David Marjanovic wrote-
> Are there any fossils that Conrad included and the new study lacks? (I
> don't have access to the paper today. Maybe I'll go to the museum
> tomorrow again.)
Conrad includes 129 fossil squamates, Gauthier et al. include 48. On the other
hand, that means Conrad uses 93 living squamates, while Gauthier et al. beat it
out with 144. Still I'd say Conrad's fossil sample is more important.
> > Molecular analyses place dibamids as the basalmost living lizards,
> Dibamids and/or geckos, no?
Sure. I was just looking at Vidal and Hedges (2005).
> > Similarly, the new Gauthier et al. analysis has mosasaurs as the most
> > basal non-iguanians,
> That's hard to believe. Where do all the aigialosaurs, dolichosaurs,
> pontosaurs and whatnots come out?
As basal mosasaurs. Now that I have the paper, I can provide some useful
"However, when we include snakes, but exclude other snake-like squamates
(limb-reduced lizards with more than 50 presacral vertebrae), mosasaurians join
snakes as sister to total-clade Varanoidea"

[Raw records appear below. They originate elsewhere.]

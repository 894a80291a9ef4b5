// The reference firmware on a PC: the same core as on a board, with the HAL over a tty (argv[1], e.g. one
// end of a socat pseudo-terminal pair) or stdin/stdout, and the tiny plant in plant.cpp standing in for the
// motor and sensors. Debug lines (every ESC change, every state transition) go to stderr with the device
// clock, so a test can see what the "ESC" received without trusting the protocol port.
//
//   ductbench-fw-host [--sps 10|80] [--boot power|reset] [--ceiling 0.800] [TTY]

#include <errno.h>
#include <fcntl.h>
#include <poll.h>
#include <signal.h>
#include <stdio.h>
#include <stdlib.h>
#include <string.h>
#include <termios.h>
#include <time.h>
#include <unistd.h>

#include "../core/firmware.h"
#include "plant.h"

namespace {

volatile sig_atomic_t g_stop = 0;
void onSignal(int) { g_stop = 1; }

uint64_t monoUs() {
  timespec ts;
  clock_gettime(CLOCK_MONOTONIC, &ts);
  return (uint64_t)ts.tv_sec * 1000000u + (uint64_t)ts.tv_nsec / 1000u;
}

class HostHal : public db::Hal {
 public:
  HostHal(int in, int out, host::Plant& plant) : in_(in), out_(out), plant_(plant), start_(monoUs()) {}

  uint32_t micros() override { return (uint32_t)(monoUs() - start_); }
  size_t read(uint8_t* buf, size_t max) override {
    ssize_t n = ::read(in_, buf, max);
    if (n > 0) return (size_t)n;
    if (n == 0 || (errno != EAGAIN && errno != EWOULDBLOCK && errno != EINTR)) closed = true;
    return 0;
  }
  size_t writeRoom() override { return 4096; }
  void write(const uint8_t* buf, size_t n) override {
    while (n > 0) {
      ssize_t w = ::write(out_, buf, n);
      if (w > 0) {
        buf += w;
        n -= (size_t)w;
        continue;
      }
      if (w < 0 && errno == EINTR) continue;
      // Nobody is reading (the host is gone): a real UART would drop the bytes too.
      if (w < 0 && (errno == EAGAIN || errno == EWOULDBLOCK)) {
        dropped += n;
        return;
      }
      closed = true;
      return;
    }
  }
  void escWrite(uint16_t pulseUs) override { plant_.setPulse(pulseUs); }
  bool loadCellRead(int32_t* counts) override { return plant_.conversion(micros(), counts); }
  uint16_t analogRead(db::AnalogInput input) override {
    switch (input) {
      case db::AIN_VOLTAGE: return plant_.voltageCounts();
      case db::AIN_CURRENT: return plant_.currentCounts();
      case db::AIN_TEMP: return plant_.thermistorCounts();
    }
    return 0;
  }
  void rpmRead(uint32_t* count, uint32_t* lastEdgeUs) override { plant_.rpmPulses(count, lastEdgeUs); }
  void watchdogKick() override {}
  void debug(const char* text) override {
    fprintf(stderr, "fwhost %s\n", text);
    fflush(stderr);
  }

  bool closed = false;
  size_t dropped = 0;

 private:
  int in_, out_;
  host::Plant& plant_;
  uint64_t start_;
};

int openTty(const char* path) {
  int fd = open(path, O_RDWR | O_NOCTTY | O_NONBLOCK);
  if (fd < 0) return -1;
  termios tio;
  if (tcgetattr(fd, &tio) == 0) {
    cfmakeraw(&tio);
    cfsetispeed(&tio, B115200);
    cfsetospeed(&tio, B115200);
    tcsetattr(fd, TCSANOW, &tio);
  }
  return fd;
}

void usage() { fprintf(stderr, "usage: ductbench-fw-host [--sps 10|80] [--boot power|reset] [--ceiling X] [TTY]\n"); }

}  // namespace

int main(int argc, char** argv) {
  db::Config cfg = db::defaultConfig();
  cfg.version = "1.0.0+host";
  db::BootCause cause = db::BOOT_POWER_ON;
  const char* tty = nullptr;
  for (int i = 1; i < argc; i++) {
    if (!strcmp(argv[i], "--sps") && i + 1 < argc) cfg.loadCellSps = (uint8_t)atoi(argv[++i]);
    else if (!strcmp(argv[i], "--boot") && i + 1 < argc) cause = !strcmp(argv[++i], "reset") ? db::BOOT_RESET : db::BOOT_POWER_ON;
    else if (!strcmp(argv[i], "--ceiling") && i + 1 < argc) cfg.ceiling = atof(argv[++i]);
    else if (argv[i][0] == '-') {
      usage();
      return 2;
    } else tty = argv[i];
  }
  const char* problem = db::validateConfig(cfg);
  if (problem) {
    fprintf(stderr, "fwhost configuration refused: %s\n", problem);
    return 2;
  }
  int in = 0, out = 1;
  if (tty) {
    in = out = openTty(tty);
    if (in < 0) {
      fprintf(stderr, "fwhost cannot open %s: %s\n", tty, strerror(errno));
      return 1;
    }
  } else {
    fcntl(0, F_SETFL, fcntl(0, F_GETFL) | O_NONBLOCK);
  }
  signal(SIGTERM, onSignal);
  signal(SIGINT, onSignal);
  signal(SIGPIPE, SIG_IGN);

  host::Plant plant(cfg);
  HostHal hal(in, out, plant);
  db::Firmware fw(hal, cfg);
  fprintf(stderr, "fwhost %s %s caps=%s on %s\n", cfg.name, cfg.version, fw.caps(), tty ? tty : "stdio");
  fw.boot(cause);
  uint32_t last = hal.micros();
  while (!g_stop && !hal.closed) {
    pollfd p = {in, POLLIN, 0};
    poll(&p, 1, 1);  // a 1 ms main loop, woken early by input
    uint32_t now = hal.micros();
    plant.step((double)(uint32_t)(now - last) * 1e-6, now);
    last = now;
    fw.poll();
  }
  // Whatever ended the process, the simulated ESC sees the stop pulse last, as a board's reset would give it.
  plant.setPulse(cfg.escStopUs);
  fprintf(stderr, "fwhost exit (%s), %zu bytes dropped while nobody read\n", g_stop ? "signal" : "port closed", hal.dropped);
  return 0;
}
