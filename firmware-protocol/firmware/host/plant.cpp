#include "plant.h"

#include <math.h>

namespace host {

namespace {
constexpr double MAX_RPM = 12000;
constexpr double SPIN_UP_S = 0.12;
constexpr double THRUST_AT_MAX_N = 6.0;
constexpr double CURRENT_AT_MAX_A = 28.0;
constexpr double IDLE_A = 0.3;
constexpr double PACK_V = 12.4;
constexpr double PACK_R_OHM = 0.03;
constexpr double LOAD_CELL_OFFSET_COUNTS = 4321;  // an untared cell never reads zero
}  // namespace

Plant::Plant(const db::Config& cfg) : cfg_(cfg) {}

double Plant::throttle() const {
  // Like an ESC: no signal or a pulse at (or below) the stop width means no drive.
  if (pulseUs_ == 0 || pulseUs_ <= cfg_.escStopUs) return 0;
  double x = (double)(pulseUs_ - cfg_.escStopUs) / (double)(cfg_.escFullUs - cfg_.escStopUs);
  return x > 1 ? 1 : x;
}

void Plant::step(double dtS, uint32_t nowUs) {
  if (!started_) {
    started_ = true;
    nextConversionUs_ = nowUs;
    lastEdgeUs_ = nowUs;
  }
  double target = MAX_RPM * throttle();
  rpm_ += (target - rpm_) * (1 - exp(-dtS / SPIN_UP_S));
  revs_ += rpm_ / 60.0 * dtS;
  uint32_t p = (uint32_t)floor(revs_ * cfg_.rpmPulsesPerRev);
  if (p != pulses_) {
    pulses_ = p;
    lastEdgeUs_ = nowUs;
  }
}

double Plant::thrustN() const {
  double r = rpm_ / MAX_RPM;
  return THRUST_AT_MAX_N * r * r;
}
double Plant::currentA() const {
  double r = rpm_ / MAX_RPM;
  return IDLE_A + CURRENT_AT_MAX_A * r * r * r;
}
double Plant::voltageV() const { return PACK_V - PACK_R_OHM * currentA(); }

bool Plant::conversion(uint32_t nowUs, int32_t* counts) {
  if (!started_ || (int32_t)(nowUs - nextConversionUs_) < 0) return false;
  nextConversionUs_ += 1000000u / cfg_.loadCellSps;
  noise_ = noise_ * 1103515245u + 12345u;
  double jitter = ((double)((noise_ >> 16) & 0xFF) - 127.5) * 0.5;
  *counts = (int32_t)lround(LOAD_CELL_OFFSET_COUNTS + thrustN() / cfg_.thrust.scale + jitter);
  return true;
}

uint16_t Plant::toCounts(double pinV) const {
  double c = pinV / cfg_.adcRefV * cfg_.adcMax;
  if (c < 0) c = 0;
  if (c > cfg_.adcMax) c = cfg_.adcMax;
  return (uint16_t)lround(c);
}

uint16_t Plant::voltageCounts() const { return toCounts((voltageV() - cfg_.voltage.offset) / cfg_.voltage.scale); }
uint16_t Plant::currentCounts() const { return toCounts((currentA() - cfg_.current.offset) / cfg_.current.scale); }

uint16_t Plant::thermistorCounts() const {
  // Motor a little above room temperature, warmer with current.
  double tC = 24.0 + 0.4 * currentA();
  double r = cfg_.thermR0 * exp(cfg_.thermBeta * (1.0 / (tC + 273.15) - 1.0 / (cfg_.thermT0C + 273.15)));
  return toCounts(cfg_.adcRefV * r / (cfg_.thermFixedOhm + r));
}

}  // namespace host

"We tested traditional hypotheses for the placement of Mosasauria within
Anguimorpha with the Wilcoxon sign-ranked test compared to our shortest tree
(Templeton 1983). Mosasauria as sister to Varanidae can be rejected (p0.0192).
However, we cannot reject the idea that Mosasauria is either basal to the
varanoid stem (p0.0964), the snake stem (p0.3365), or the stem of the entire
“Fossorial Group” including snakes (p0.7270). Nor can we reject the hypothesis
that mosasaurians represent a basal divergence from the anguimorph stem
"In this series of experiments, we first delete the derived mosasaurids and,
indeed, we recover the more basal mosasaurians near the root of the fossorial
autarchoglossan group that is sister to total-group varanoids as in the
all-species analysis (Figure 10). That relationship persists whether
using only dolichosaurs or the basal mosasauroid Aigialosaurus dalmaticus as
the sole mosasaurian exemplars (not shown). In contrast, confining the
mosasaurian sample to derived mosasaurids has some remarkable consequences.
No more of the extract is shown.